I have checked everywhere for a driver but can't seem to find one for "SC-13HDL11431N" or "ID 2232:1018."

The Linux UVC Database doesn't list it as supported.

http://www.ideasonboard.org/uvc/#devices

Nor does http://linuxtv.org/wiki/index.php/Category:Drivers which is a site the wiki pointed to.

Google doesn't return any useful info and I don't see anything that is obvious to me in portage so am stumped.

Any ideas?

----------

## NeddySeagoon

Budoka,

Build UVC support as a module - what happens now?

Google suggests that its UVC compliant.

----------

## Budoka

 *NeddySeagoon wrote:*   

> Budoka,
> 
> Build UVC support as a module - what happens now?
> 
> Google suggests that its UVC compliant.

 

Sorry for the long delay. I was forced to use a Windows box for the webcam because it became urgent. Anyway now I can deal with this again.

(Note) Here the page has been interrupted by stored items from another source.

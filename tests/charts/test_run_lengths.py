"""The bank's average run lengths in control, simulated, against values from outside.

Exact ones by Markov chain (Champ and Woodall 1987; Brook and Evans 1972), integral equation (Crowder 1987) or density
propagation, recomputed independently; simulated ones with their own standard error.
"""

import numpy as np
import pytest

from charts.feeding import readings_of
from quietmill.charts.bank import Bank
from quietmill.model import COUNTS, NELSON, Cusum, Detector, Ewma, Rule

EIGHT = {rule: COUNTS[rule][0] if rule in COUNTS else 0 for rule in NELSON}
WESTERN_ELECTRIC = {Rule.BEYOND_LIMITS: 3, Rule.TWO_OF_THREE: 0, Rule.FOUR_OF_FIVE: 0, Rule.SAME_SIDE: 8}
FIR = Cusum(0.5, 5, head_start=2.5)


def detector(rules: dict | None = None, ewma: Ewma | None = None, cusum: Cusum | None = None) -> Detector:
    return Detector(0.0, 1.0, rules=rules or {}, ewma=ewma, cusum=cusum, timed=False)


def run_lengths(judge: Detector, shift: float, count: int, seed: int) -> np.ndarray:
    """Return the first points at which a rule holds, of many rows alike."""
    bank, stream = Bank([judge] * count), np.random.default_rng(seed)
    found, alive = np.zeros(count, np.int64), np.arange(count)
    while len(alive):
        length = max(50, 200_000 // len(alive))
        readings = readings_of(stream.normal(shift, 1.0, len(alive) * length))
        readings["row"] = np.repeat(alive, length)
        points = bank.judge(readings).points
        hits = points[points["bits"] != 0]
        rows, places = np.unique(hits["row"], return_index=True)
        found[rows] = hits["number"][places]
        alive = alive[found[alive] == 0]
    return found


CASES = {
    # name: (detector, shift in sigma, ARL, its standard error, replicates)
    "beyond_limits": (detector({Rule.BEYOND_LIMITS: 3}), 0, 370.3983, 0, 8000),
    "beyond_limits at 1 sigma": (detector({Rule.BEYOND_LIMITS: 3}), 1, 43.8947, 0, 8000),
    "western_electric": (detector(WESTERN_ELECTRIC), 0, 91.7508, 0, 8000),
    "western_electric at 1 sigma": (detector(WESTERN_ELECTRIC), 1, 9.2219, 0, 8000),
    "all eight": (detector(EIGHT), 0, 73.5283, 0.0685, 8000),
    "all eight at 1 sigma": (detector(EIGHT), 1, 9.6115, 0.0107, 8000),
    "all eight, EWMA and CUSUM": (detector(EIGHT, Ewma(0.1, 2.814), Cusum(0.5, 5)), 0, 68.7664, 0.0642, 8000),
    "EWMA, exact limits": (detector(ewma=Ewma(0.1, 2.814)), 0, 486.4293, 0, 8000),
    "EWMA, asymptotic limits": (detector(ewma=Ewma(0.1, 2.814, exact=False)), 0, 499.5796, 0, 8000),
    "EWMA, exact limits, at half a sigma": (detector(ewma=Ewma(0.1, 2.814)), 0.5, 28.5124, 0, 8000),
    "CUSUM": (detector(cusum=Cusum(0.5, 5)), 0, 465.4435, 0, 8000),
    "CUSUM at 1 sigma": (detector(cusum=Cusum(0.5, 5)), 1, 10.376, 0, 8000),
    "CUSUM with head start": (detector(cusum=FIR), 0, 430.3908, 0, 8000),
    "CUSUM with head start at 1 sigma": (detector(cusum=FIR), 1, 6.3469, 0, 8000),
    "CUSUM and beyond_limits": (detector({Rule.BEYOND_LIMITS: 3}, cusum=Cusum(0.5, 5)), 0, 224.0087, 0, 8000),
}


@pytest.mark.parametrize("name", CASES)
def test_the_average_run_length_is_the_published_one(name: str) -> None:
    judge, shift, expected, error, count = CASES[name]
    found = run_lengths(judge, shift, count, seed=20_26)
    own = found.std(ddof=1) / count**0.5
    assert abs(found.mean() - expected) < 3 * (own**2 + error**2) ** 0.5


def test_the_default_detector_is_made_for_streams() -> None:
    """Own value: both arms as one Markov chain on a lattice (Brook and Evans 1972), halved steps, extrapolated."""
    judge = detector({Rule.BEYOND_LIMITS: 4}, cusum=Cusum(0.5, 8, ceiling=2))
    found = run_lengths(judge, 0, 4000, seed=20_26)
    assert abs(found.mean() - 5988) < 3 * found.std(ddof=1) / 4000**0.5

I enabled UVC as a module in my kernel. I seems to have activated my webcam. I say seems because if I use gtk uvc viewer my webcam is working. However no application that uses a webcam seems to work or see it. ie: Skype, Ekiga, etc.

I added the use for v4l and v4l2 thinking that might do it but no luck. Any ideas? Should I start a separate thread? Thanks

----------

## lordalbert

Any news? I have the same webcam. I tried in ubuntu 14.04 and it works! But not in Gentoo  :Sad: 

I try, in ubuntu, to see which module is loaded before starting skype, and the module is loaded after started skype with video test.

The (diff) module are:

 *Quote:*   

> 
> 
> rndis_wlan
> 
> rndis_host
> ...

 

Could be some of these modules needed to have the webcam working in skype? I'll try it

----------

## NeddySeagoon

lordalbert,

Those are all netmork related modules.

----------

## lordalbert

i build UVC in kernel and now it works in skype!

Budoka, have you solved?

----------

## Budoka

No still no luck getting it to work in webcam aware applications. I built uvc as a module should I try building it in the kernel?

----------

## NeddySeagoon

Budoka,

You need to make sure that the output of lsmod includes uvc, if not the module didn't load.

modprobe uvc and try again.

There should be no functional difference between modules and built in - provided the module is loaded.

----------